Output is in the output directory in a file called part-0000, and here are a few lines from it to show what it looks like. In a full clustered system, we would be able to use the Partitioner to partition the pairs and the singletons into two Reducers so they will be distinct chunks.

1
2
3
4
5
6
7
8
9
asthma  6
breast  7
breast,cancer   7
cancer  18
diabetes        3
diaries 1
diaries,headache        1
disease 6
...

So thats pretty much it. The MapReduce style is a very powerful mechanism that allows average developers with domain expertise to write code that can be run within a framework, such as Hadoop, on large clusters to parallelize the computation.
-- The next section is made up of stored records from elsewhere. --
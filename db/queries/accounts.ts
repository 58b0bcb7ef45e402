import 'server-only';
import { and, eq, isNull, or, sql } from 'drizzle-orm';
import { v7 } from 'uuid';
import { env } from '@/lib/env';
import { alreadyLetter, passwordChangedLetter, resetLetter, verifyLetter } from '@/lib/mail/compose';
import { enqueueMail } from '@/lib/mail/enqueue-mail';
import { db, type Executor } from '../client';
import { sessions } from '../schema/sessions';
import { users } from '../schema/users';
import { recordAudit } from './audit';
import { consumeToken, voidTokens } from './tokens';

interface Account {
  userId: string;
  email: string;
}

const byEmail = (email: string) => and(eq(users.email, email), isNull(users.deletedAt));

async function sendVerification(tx: Executor, account: Account): Promise<void> {
  await voidTokens(tx, account.userId, 'verify-email');
  await enqueueMail(tx, account, 'verify-email', verifyLetter(env().APP_ORIGIN));
}

/** A new account, or a letter to the one that is there: whoever asks learns nothing of it. */
export async function signUp(input: {
  email: string;
  displayName: string;
  passwordHash: string;
}): Promise<void> {
  await db().transaction(async (tx) => {
    const [made] = await tx
      .insert(users)
      .values({ ...input, id: v7() })
      .onConflictDoNothing()
      .returning({ userId: users.id, email: users.email });
    if (made) {
      await recordAudit(tx, {
        actorId: made.userId,
        verb: 'create',
        objectKind: 'user',
        objectId: made.userId,
      });
      return sendVerification(tx, made);
    }
    const [had] = await tx
      .select({ userId: users.id, email: users.email, emailVerifiedAt: users.emailVerifiedAt })
      .from(users)
      .where(byEmail(input.email));
    if (!had) return;
    if (had.emailVerifiedAt) return enqueueMail(tx, had, 'already', alreadyLetter(env().APP_ORIGIN));
    // Never confirmed: whoever holds the address decides, so the newest password counts once the link is used.
    await tx
      .update(users)
      .set({ passwordHash: input.passwordHash, displayName: input.displayName })
      .where(eq(users.id, had.userId));
    return sendVerification(tx, had);
  });
}

/** With `isLeaving`, an account that was closed and may still be taken up again. */
export async function findForSignIn(email: string) {
  const [row] = await db()
    .select({
      userId: users.id,
      email: users.email,
      passwordHash: users.passwordHash,
      isVerified: sql<boolean>`${users.emailVerifiedAt} is not null`,
      isLeaving: sql<boolean>`${users.deletedAt} is not null`,
      isSuspended: sql<boolean>`${users.suspendedAt} is not null`,
    })
    .from(users)
    .where(
      and(
        eq(users.email, email),
        or(isNull(users.deletedAt), sql`${users.deletedAt} > now() - interval '14 days'`),
      ),
    );
  return row ?? null;
}

export async function resendVerification(account: Account): Promise<void> {
  await db().transaction((tx) => sendVerification(tx, account));
}

/** Whose address the link confirmed, and the password that stands; null when the link does not hold. */
export async function verifyEmail(secret: string): Promise<{ userId: string; passwordHash: string } | null> {
  return db().transaction(async (tx) => {
    const token = await consumeToken(tx, secret, 'verify-email');
    if (!token) return null;
    const [account] = await tx
      .update(users)
      .set({ emailVerifiedAt: sql`coalesce(${users.emailVerifiedAt}, now())` })
      .where(and(eq(users.id, token.userId), eq(users.email, token.email), isNull(users.deletedAt)))
      .returning({ userId: users.id, passwordHash: users.passwordHash });
    if (!account) return null;
    await recordAudit(tx, { actorId: token.userId, verb: 'update', objectKind: 'user', objectId: token.userId, fields: ['emailVerifiedAt'] }); // prettier-ignore
    return account;
  });
}

/** A letter to choose a new password, where there is such an account. */
export async function askForReset(email: string): Promise<void> {
  await db().transaction(async (tx) => {
    const [account] = await tx
      .select({ userId: users.id, email: users.email })
      .from(users)
      .where(byEmail(email));
    if (!account) return;
    await voidTokens(tx, account.userId, 'reset-password');
    await enqueueMail(tx, account, 'reset-password', resetLetter(env().APP_ORIGIN));
  });
}

/** Sets the new password, ends every session, and tells the owner. The link also proves the address. */
export async function resetPassword(secret: string, passwordHash: string): Promise<string | null> {
  return db().transaction(async (tx) => {
    const token = await consumeToken(tx, secret, 'reset-password');
    if (!token) return null;
    const { userId, email } = token;
    const rows = await tx
      .update(users)
      .set({
        passwordHash,
        emailVerifiedAt: sql`coalesce(${users.emailVerifiedAt}, now())`,
        version: sql`${users.version} + 1`,
      })
      .where(and(eq(users.id, userId), eq(users.email, email), isNull(users.deletedAt)))
      .returning({ id: users.id });
    if (rows.length === 0) return null;
    await tx.delete(sessions).where(eq(sessions.userId, userId));
    await enqueueMail(tx, { userId, email }, 'password-changed', passwordChangedLetter(env().APP_ORIGIN));
    await recordAudit(tx, {
      actorId: userId,
      verb: 'update',
      objectKind: 'user',
      objectId: userId,
      fields: ['passwordHash'],
    });
    return userId;
  });
}

export async function auditSession(userId: string, verb: 'sign-in' | 'sign-out'): Promise<void> {
  await recordAudit(db(), { actorId: userId, verb, objectKind: 'session', objectId: null });
}
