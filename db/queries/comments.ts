import 'server-only';
import { and, asc, eq, inArray, sql } from 'drizzle-orm';
import { db } from '../client';
import { comments } from '../schema/comments';
import { photos } from '../schema/photos';
import { rounds } from '../schema/rounds';
import { users } from '../schema/users';
import { recordAudit } from './audit';
import { done, missing, type Written } from './outcome';
import type { Viewer } from './viewer';
import { photoIsKept, roundFittableBy, roundIds, roundVisibleTo } from './visible-to';

const columns = (viewer: Viewer) => ({
  id: comments.id,
  photoId: comments.photoId,
  x: comments.x,
  y: comments.y,
  sign: comments.sign,
  asksCheck: comments.asksCheck,
  body: comments.body,
  createdAt: comments.createdAt,
  version: comments.version,
  authorName: users.displayName,
  isMine: sql<boolean>`${comments.authorId} = ${viewer.userId}`,
});

const withAuthor = (viewer: Viewer) =>
  db().select(columns(viewer)).from(comments).innerJoin(users, eq(users.id, comments.authorId));

/** What was said about a round, oldest first; nothing where the round is not in sight. */
export function listComments(viewer: Viewer, roundId: string) {
  return withAuthor(viewer)
    .where(
      and(
        eq(comments.roundId, roundId),
        inArray(comments.roundId, roundIds(and(roundVisibleTo(viewer), eq(rounds.id, roundId)))),
      ),
    )
    .orderBy(asc(comments.id))
    .limit(500);
}
export type CommentDto = Awaited<ReturnType<typeof listComments>>[number];

/** One's own comment in a round that is still open to one. */
const isOwn = (viewer: Viewer, id: string) =>
  and(
    eq(comments.id, id),
    eq(comments.authorId, viewer.userId),
    inArray(comments.roundId, roundIds(roundFittableBy(viewer))),
  );

async function findOwnComment(viewer: Viewer, id: string): Promise<CommentDto | null> {
  const [row] = await withAuthor(viewer).where(isOwn(viewer, id));
  return row ?? null;
}

export interface CommentInput {
  id: string;
  body: string;
  place: { photoId: string; x: number; y: number } | null;
  sign: string | null;
  asksCheck: string | null;
}

/** Says something about a round. Sent again under its id it is one comment. Null when the viewer may not, or the photo is of another round. */
export async function addComment(
  viewer: Viewer,
  roundId: string,
  { place, ...input }: CommentInput,
): Promise<CommentDto | null> {
  const isIn = await db().transaction(async (tx) => {
    const [allowed] = await roundIds(and(roundFittableBy(viewer), eq(rounds.id, roundId)));
    if (!allowed) return false;
    if (place) {
      const [photo] = await tx
        .select({ id: photos.id })
        .from(photos)
        .where(and(eq(photos.id, place.photoId), eq(photos.roundId, roundId), photoIsKept));
      if (!photo) return false;
    }
    const made = await tx
      .insert(comments)
      .values({ ...input, ...place, roundId, authorId: viewer.userId })
      .onConflictDoNothing()
      .returning({ id: comments.id });
    if (made.length > 0)
      await recordAudit(tx, { actorId: viewer.userId, verb: 'create', objectKind: 'comment', objectId: input.id }); // prettier-ignore
    return true;
  });
  return isIn ? findOwnComment(viewer, input.id) : null;
}

/** Rewrites one's own comment; where it was changed elsewhere meanwhile, both versions come back. */
export async function editComment(
  viewer: Viewer,
  id: string,
  seenVersion: number,
  body: string,
): Promise<Written<CommentDto>> {
  const isWritten = await db().transaction(async (tx) => {
    const rows = await tx
      .update(comments)
      .set({ body, version: sql`${comments.version} + 1` })
      .where(and(isOwn(viewer, id), eq(comments.version, seenVersion)))
      .returning({ id: comments.id });
    if (rows.length === 0) return false;
    await recordAudit(tx, { actorId: viewer.userId, verb: 'update', objectKind: 'comment', objectId: id, fields: ['body'] }); // prettier-ignore
    return true;
  });
  const now = await findOwnComment(viewer, id);
  if (!now) return missing();
  return isWritten ? done(now) : { kind: 'conflict', mine: { body }, theirs: now };
}

/** Takes back one's own comment. */
export async function removeComment(viewer: Viewer, id: string): Promise<boolean> {
  return db().transaction(async (tx) => {
    const gone = await tx.delete(comments).where(isOwn(viewer, id)).returning({ id: comments.id });
    if (gone.length === 0) return false;
    await recordAudit(tx, { actorId: viewer.userId, verb: 'delete', objectKind: 'comment', objectId: id });
    return true;
  });
}
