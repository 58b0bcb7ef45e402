import 'server-only';
import { lt, or, sql } from 'drizzle-orm';
import { db } from '../client';
import { rateLimits } from '../schema/rate-limits';
import { sessions } from '../schema/sessions';
import { tokens } from '../schema/tokens';

/** Takes away what has run out: sessions, links, counters. */
export async function sweepSessionsAndTokens(): Promise<void> {
  const now = sql`now()`;
  await db()
    .delete(sessions)
    .where(or(lt(sessions.expiresAt, now), lt(sessions.endsAt, now)));
  await db()
    .delete(tokens)
    .where(lt(tokens.expiresAt, sql`now() - interval '7 days'`));
  await db().delete(rateLimits).where(lt(rateLimits.expire, now));
}
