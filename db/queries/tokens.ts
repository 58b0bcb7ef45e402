import 'server-only';
import { and, eq, gt, isNull, sql } from 'drizzle-orm';
import { hashSecret, makeSecret } from '@/lib/auth/secret';
import type { Executor } from '../client';
import { tokens } from '../schema/tokens';

const MINUTES = { 'verify-email': 24 * 60, 'reset-password': 30, 'change-email': 24 * 60 } as const;
type TokenKind = keyof typeof MINUTES;

/** A link's secret for one purpose; the one before of the same kind is void from now on. */
export async function issueToken(
  tx: Executor,
  userId: string,
  kind: TokenKind,
  email: string,
): Promise<string> {
  const secret = makeSecret();
  await tx.delete(tokens).where(and(eq(tokens.userId, userId), eq(tokens.kind, kind)));
  await tx.insert(tokens).values({
    userId,
    kind,
    email,
    tokenHash: hashSecret(secret),
    expiresAt: sql`now() + make_interval(mins => ${MINUTES[kind]})`,
  });
  return secret;
}

/** Uses a link up. Null when it is unknown, was used, or has run out: the three are not told apart. */
export async function consumeToken(
  tx: Executor,
  secret: string,
  kind: TokenKind,
): Promise<{ userId: string; email: string } | null> {
  const [row] = await tx
    .update(tokens)
    .set({ usedAt: sql`now()` })
    .where(
      and(
        eq(tokens.tokenHash, hashSecret(secret)),
        eq(tokens.kind, kind),
        isNull(tokens.usedAt),
        gt(tokens.expiresAt, sql`now()`),
      ),
    )
    .returning({ userId: tokens.userId, email: tokens.email });
  return row ?? null;
}
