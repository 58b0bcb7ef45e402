import 'server-only';
import { and, asc, eq, inArray, sql } from 'drizzle-orm';
import { MARKS_MAX } from '@/components/marks/mark-limits-schema';
import { db, type Executor } from '../client';
import { marks } from '../schema/marks';
import { photos } from '../schema/photos';
import { recordAudit } from './audit';
import { judgeMarks } from './judge-marks';
import type { Viewer } from './viewer';
import { photoIsKept, roundFittableBy, roundIds, roundVisibleTo } from './visible-to';

const COLUMNS = {
  id: marks.id,
  kind: marks.kind,
  severity: marks.severity,
  side: marks.side,
  points: marks.points,
  note: marks.note,
  version: marks.version,
};

export interface MarkInput {
  id: string;
  kind: (typeof marks.kind.enumValues)[number];
  severity: number;
  side: (typeof marks.side.enumValues)[number];
  points: { x: number; y: number }[];
  note: string;
}
export interface MarkBatchInput {
  revision: number;
  upserts: { mark: MarkInput; seen: number }[];
  deletes: { id: string; seen: number }[];
}

/** The viewer's own layer of a photo that they may see, and the revision it belongs to; null where they may not. */
export async function findOwnMarks(viewer: Viewer, photoId: string) {
  const [photo] = await db()
    .select({ revision: photos.revision })
    .from(photos)
    .where(
      and(eq(photos.id, photoId), photoIsKept, inArray(photos.roundId, roundIds(roundVisibleTo(viewer)))),
    );
  if (!photo) return null;
  return { revision: photo.revision, marks: await ownMarks(db(), viewer, photoId) };
}

const ownedBy = (viewer: Viewer, photoId: string) =>
  and(eq(marks.photoId, photoId), eq(marks.authorId, viewer.userId));

const ownMarks = (tx: Executor, viewer: Viewer, photoId: string) =>
  tx.select(COLUMNS).from(marks).where(ownedBy(viewer, photoId)).orderBy(asc(marks.id));

export type MarkDto = Awaited<ReturnType<typeof ownMarks>>[number];

export interface MarkAnswerDto {
  saved: MarkDto[];
  deleted: string[];
  conflicts: { id: string; theirs: MarkDto | null }[];
}
export type MarkSaving =
  | { kind: 'done'; answer: MarkAnswerDto }
  | { kind: 'missing' }
  | { kind: 'other-revision'; revision: number }
  | { kind: 'too-many' };

const SENT = {
  kind: sql`excluded.kind`,
  severity: sql`excluded.severity`,
  side: sql`excluded.side`,
  points: sql`excluded.points`,
  note: sql`excluded.note`,
};

/** Writes them in one statement. An id that stands on another photo or with another author is left alone and not given back. */
async function writeMarks(tx: Executor, viewer: Viewer, photoId: string, drawn: MarkInput[]) {
  if (drawn.length === 0) return [];
  return tx
    .insert(marks)
    .values(drawn.map((mark) => ({ photoId, authorId: viewer.userId, ...mark })))
    .onConflictDoUpdate({
      target: marks.id,
      set: { ...SENT, version: sql`${marks.version} + 1`, updatedAt: sql`now()` },
      setWhere: ownedBy(viewer, photoId)!,
    })
    .returning(COLUMNS);
}

/**
 * Saves a batch into the viewer's own layer: adding never conflicts; a mark that has changed since it was seen comes back with
 * what stands there, and the rest is saved. Sent again, a batch changes nothing. The photo's row is held meanwhile, so that
 * two batches go one after the other.
 */
export async function saveMarks(viewer: Viewer, photoId: string, batch: MarkBatchInput): Promise<MarkSaving> {
  return db().transaction(async (tx): Promise<MarkSaving> => {
    const [photo] = await tx
      .select({ revision: photos.revision })
      .from(photos)
      .where(
        and(eq(photos.id, photoId), photoIsKept, inArray(photos.roundId, roundIds(roundFittableBy(viewer)))),
      )
      .for('update');
    if (!photo) return { kind: 'missing' };
    if (photo.revision !== batch.revision) return { kind: 'other-revision', revision: photo.revision };
    const judged = judgeMarks(await ownMarks(tx, viewer, photoId), batch);
    if (judged.countAfter > MARKS_MAX) return { kind: 'too-many' };
    if (judged.toDelete.length > 0)
      await tx.delete(marks).where(and(ownedBy(viewer, photoId), inArray(marks.id, judged.toDelete)));
    const written = await writeMarks(tx, viewer, photoId, judged.toWrite);
    if (written.length + judged.toDelete.length > 0) {
      await recordAudit(tx, { actorId: viewer.userId, verb: 'update', objectKind: 'photo-marks', objectId: photoId, fields: ['marks'] }); // prettier-ignore
    }
    const done = new Set(written.map(({ id }) => id));
    const taken = judged.toWrite.filter(({ id }) => !done.has(id)).map(({ id }) => ({ id, theirs: null }));
    return {
      kind: 'done',
      answer: {
        saved: [...judged.standing, ...written],
        deleted: judged.deleted,
        conflicts: [...judged.conflicts, ...taken],
      },
    };
  });
}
So its worth knowing, especially if you need to write batch programs that run on large data sets. I believe that I now understand enough about Hadoop to be able to use it effectively, and have reached a stage where I can pick up what I don't know. I hope this article has helped you in a similar way as well.

4 comments (moderated to prevent spam):

Luis Fdez. said...

Hi,
What about use Hadoop with a POS Tagger (like Stanford or Snowball)? Do you test it?

Sujit Pal said...

Hi Luis, no I haven't, sorry. But your comment gave me an idea (of using Stanford and Hadoop together), thanks for that :-).

aisha said...

hiiiii...

i did hadoop with stanford lemmatization. Its running fine with small inputs but as soon as I give 1gb of data, its throwing me some kind of child error: task exists with non-zero status 255..

i guess it has to do with memory issue.tried adding -Xmx4096m in mapred-site.xml.but its not working..can u suggest a way to solve this issue?

Sujit Pal said...

Hi Aisha, if you are using the standard approach of sending the entire text to CoreNLP and let it annotate the whole thing, then query the annotations, its probably the problem you are seeing. One way to work around this would be to use a streaming sentence splitter like Stanford's DocumentPreprocessor to convert your 1GB input into a list of sentences, then run lemmatizer against each sentence.